## Material to process
function check_definition (mk, cfile, uobj, tmp, checker, lib, libs)
  % the checker's exit status: 0 usable, 2 problems listed ("problem: "
  % lines), anything else a crash after a "calling <function>" line
  exe = fullfile (tmp, 'check');
  cc = config_value (mk, 'CC');
  cmd = sprintf ('%s %s %s %s -o %s -fopenmp %s', cc, shell_quote (checker), ...
                 shell_quote (uobj), shell_quote (lib), shell_quote (exe), libs);
  [status, out] = system ([cmd ' 2>&1']);
  if (status ~= 0)
    if (~isempty (strfind (out, 'undefined reference to `sluice_user_model''')))
      error ('sluice:build_model:noentry', ...
             ['%s defines no function sluice_user_model. Add (not static):\n', ...
              '  const sl_model_def *sluice_user_model(void) { return &my_model; }\n', ...
              'where my_model is the file''s static const sl_model_def.'], cfile);
    end
    error ('sluice:build_model:compilefailed', '%s does not link:\n%s', cfile, strtrim (out));
  end
  [status, out] = system ([timeout_prefix() shell_quote(exe) ' 2>&1']);
  lines = strsplit (strtrim (out), char (10));
  if (status == 2)
    bad = lines(strncmp (lines, 'problem: ', 9));
    bad = regexprep (bad, '^problem: ', '  ');
    error ('sluice:build_model:baddef', 'the model definition in %s is not usable:\n%s', ...
           cfile, strjoin (bad, char (10)));
  elseif (status ~= 0)
    calls = lines(strncmp (lines, 'calling ', 8));
    if (isempty (calls))
      where = 'while its definition was read (sluice_user_model)';
    else
      last = calls{end};
      where = ['when ' last(9:end) ' was called once at the default parameters'];
    end
    if (status == 124)
      what = 'did not return within 20 s';
    else
      what = sprintf ('crashed (exit status %d)', status);
    end
    error ('sluice:build_model:baddef', 'the model in %s %s %s', cfile, what, where);
  end
end

function p = timeout_prefix ()
  % a model function that never returns must not hang the build
  [status, ~] = system ('command -v timeout > /dev/null 2>&1');
  if (status == 0)
    p = 'timeout 20 ';
  else
    p = '';
  end
end

function info = check_info (info, cfile)
  lists = {'states', 'params', 'forcings', 'events'};
  for k = 1:numel (lists)
    c = info.(lists{k});
    for j = 1:numel (c)
      if (~isvarname (c{j}))
        error ('sluice:build_model:baddef', ...
               'the model in %s: ''%s'' (one of its %s) is not a valid Octave name', ...
               cfile, c{j}, lists{k});
      end
    end
  end
  if (isempty (info.states) && info.n_state > 0)
    % a fixed size without names: x1, x2, ...
    info.states = arrayfun (@(k) sprintf ('x%d', k), 1:info.n_state, 'UniformOutput', false);
  end
  if (isempty (info.integrator))
    if (info.has_rhs)
      info.integrator = 'rk4';
    else
      info.integrator = 'discrete';
    end
  end
end

function mk = mkoctfile_path ()
  % the mkoctfile of the running Octave
  bin = fullfile (matlabroot (), 'bin');
  cand = {fullfile(bin, ['mkoctfile-' version()]), fullfile(bin, 'mkoctfile')};
  mk = 'mkoctfile';
  for k = 1:numel (cand)
    if (exist (cand{k}, 'file'))
      mk = cand{k};
      return;
    end
  end
end

function v = config_value (mk, var)
  [status, v] = system ([shell_quote(mk) ' -p ' var]);
  v = strtrim (v);
  if (status ~= 0 || isempty (v))
    error ('sluice:build_model:compilefailed', 'mkoctfile -p %s failed: %s', var, v);
  end
end

function s = shell_quote (s)
  s = ['''' strrep(s, '''', '''\''''') ''''];
end

function txt = read_text (file)
  txt = '';
  if (exist (file, 'file'))
    txt = fileread (file);
  end
end

function remove_folder (d)
  % the build folder holds files and one symbolic link, no folders
  if (exist (d, 'dir'))
    f = dir (d);
    for k = 1:numel (f)
      if (~any (strcmp (f(k).name, {'.', '..'})))
        sluice.internal.compat ('delete_file', fullfile (d, f(k).name));
      end
    end
    rmdir (d);
  end
end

## Exercise goal
Retype every entry without changing anything.

## Expected answer
function check_definition (mk, cfile, uobj, tmp, checker, lib, libs)
  % the checker's exit status: 0 usable, 2 problems listed ("problem: "
  % lines), anything else a crash after a "calling <function>" line
  exe = fullfile (tmp, 'check');
  cc = config_value (mk, 'CC');
  cmd = sprintf ('%s %s %s %s -o %s -fopenmp %s', cc, shell_quote (checker), ...
                 shell_quote (uobj), shell_quote (lib), shell_quote (exe), libs);
  [status, out] = system ([cmd ' 2>&1']);
  if (status ~= 0)
    if (~isempty (strfind (out, 'undefined reference to `sluice_user_model''')))
      error ('sluice:build_model:noentry', ...
             ['%s defines no function sluice_user_model. Add (not static):\n', ...
              '  const sl_model_def *sluice_user_model(void) { return &my_model; }\n', ...
              'where my_model is the file''s static const sl_model_def.'], cfile);
    end
    error ('sluice:build_model:compilefailed', '%s does not link:\n%s', cfile, strtrim (out));
  end
  [status, out] = system ([timeout_prefix() shell_quote(exe) ' 2>&1']);
  lines = strsplit (strtrim (out), char (10));
  if (status == 2)
    bad = lines(strncmp (lines, 'problem: ', 9));
    bad = regexprep (bad, '^problem: ', '  ');
    error ('sluice:build_model:baddef', 'the model definition in %s is not usable:\n%s', ...
           cfile, strjoin (bad, char (10)));
  elseif (status ~= 0)
    calls = lines(strncmp (lines, 'calling ', 8));
    if (isempty (calls))
      where = 'while its definition was read (sluice_user_model)';
    else
      last = calls{end};
      where = ['when ' last(9:end) ' was called once at the default parameters'];
    end
    if (status == 124)
      what = 'did not return within 20 s';
    else
      what = sprintf ('crashed (exit status %d)', status);
    end
    error ('sluice:build_model:baddef', 'the model in %s %s %s', cfile, what, where);
  end
end

function p = timeout_prefix ()
  % a model function that never returns must not hang the build
  [status, ~] = system ('command -v timeout > /dev/null 2>&1');
  if (status == 0)
    p = 'timeout 20 ';
  else
    p = '';
  end
end

function info = check_info (info, cfile)
  lists = {'states', 'params', 'forcings', 'events'};
  for k = 1:numel (lists)
    c = info.(lists{k});
    for j = 1:numel (c)
      if (~isvarname (c{j}))
        error ('sluice:build_model:baddef', ...
               'the model in %s: ''%s'' (one of its %s) is not a valid Octave name', ...
               cfile, c{j}, lists{k});
      end
    end
  end
  if (isempty (info.states) && info.n_state > 0)
    % a fixed size without names: x1, x2, ...
    info.states = arrayfun (@(k) sprintf ('x%d', k), 1:info.n_state, 'UniformOutput', false);
  end
  if (isempty (info.integrator))
    if (info.has_rhs)
      info.integrator = 'rk4';
    else
      info.integrator = 'discrete';
    end
  end
end

function mk = mkoctfile_path ()
  % the mkoctfile of the running Octave
  bin = fullfile (matlabroot (), 'bin');
  cand = {fullfile(bin, ['mkoctfile-' version()]), fullfile(bin, 'mkoctfile')};
  mk = 'mkoctfile';
  for k = 1:numel (cand)
    if (exist (cand{k}, 'file'))
      mk = cand{k};
      return;
    end
  end
end

function v = config_value (mk, var)
  [status, v] = system ([shell_quote(mk) ' -p ' var]);
  v = strtrim (v);
  if (status ~= 0 || isempty (v))
    error ('sluice:build_model:compilefailed', 'mkoctfile -p %s failed: %s', var, v);
  end
end

function s = shell_quote (s)
  s = ['''' strrep(s, '''', '''\''''') ''''];
end

function txt = read_text (file)
  txt = '';
  if (exist (file, 'file'))
    txt = fileread (file);
  end
end

function remove_folder (d)
  % the build folder holds files and one symbolic link, no folders
  if (exist (d, 'dir'))
    f = dir (d);
    for k = 1:numel (f)
      if (~any (strcmp (f(k).name, {'.', '..'})))
        sluice.internal.compat ('delete_file', fullfile (d, f(k).name));
      end
    end
    rmdir (d);
  end
end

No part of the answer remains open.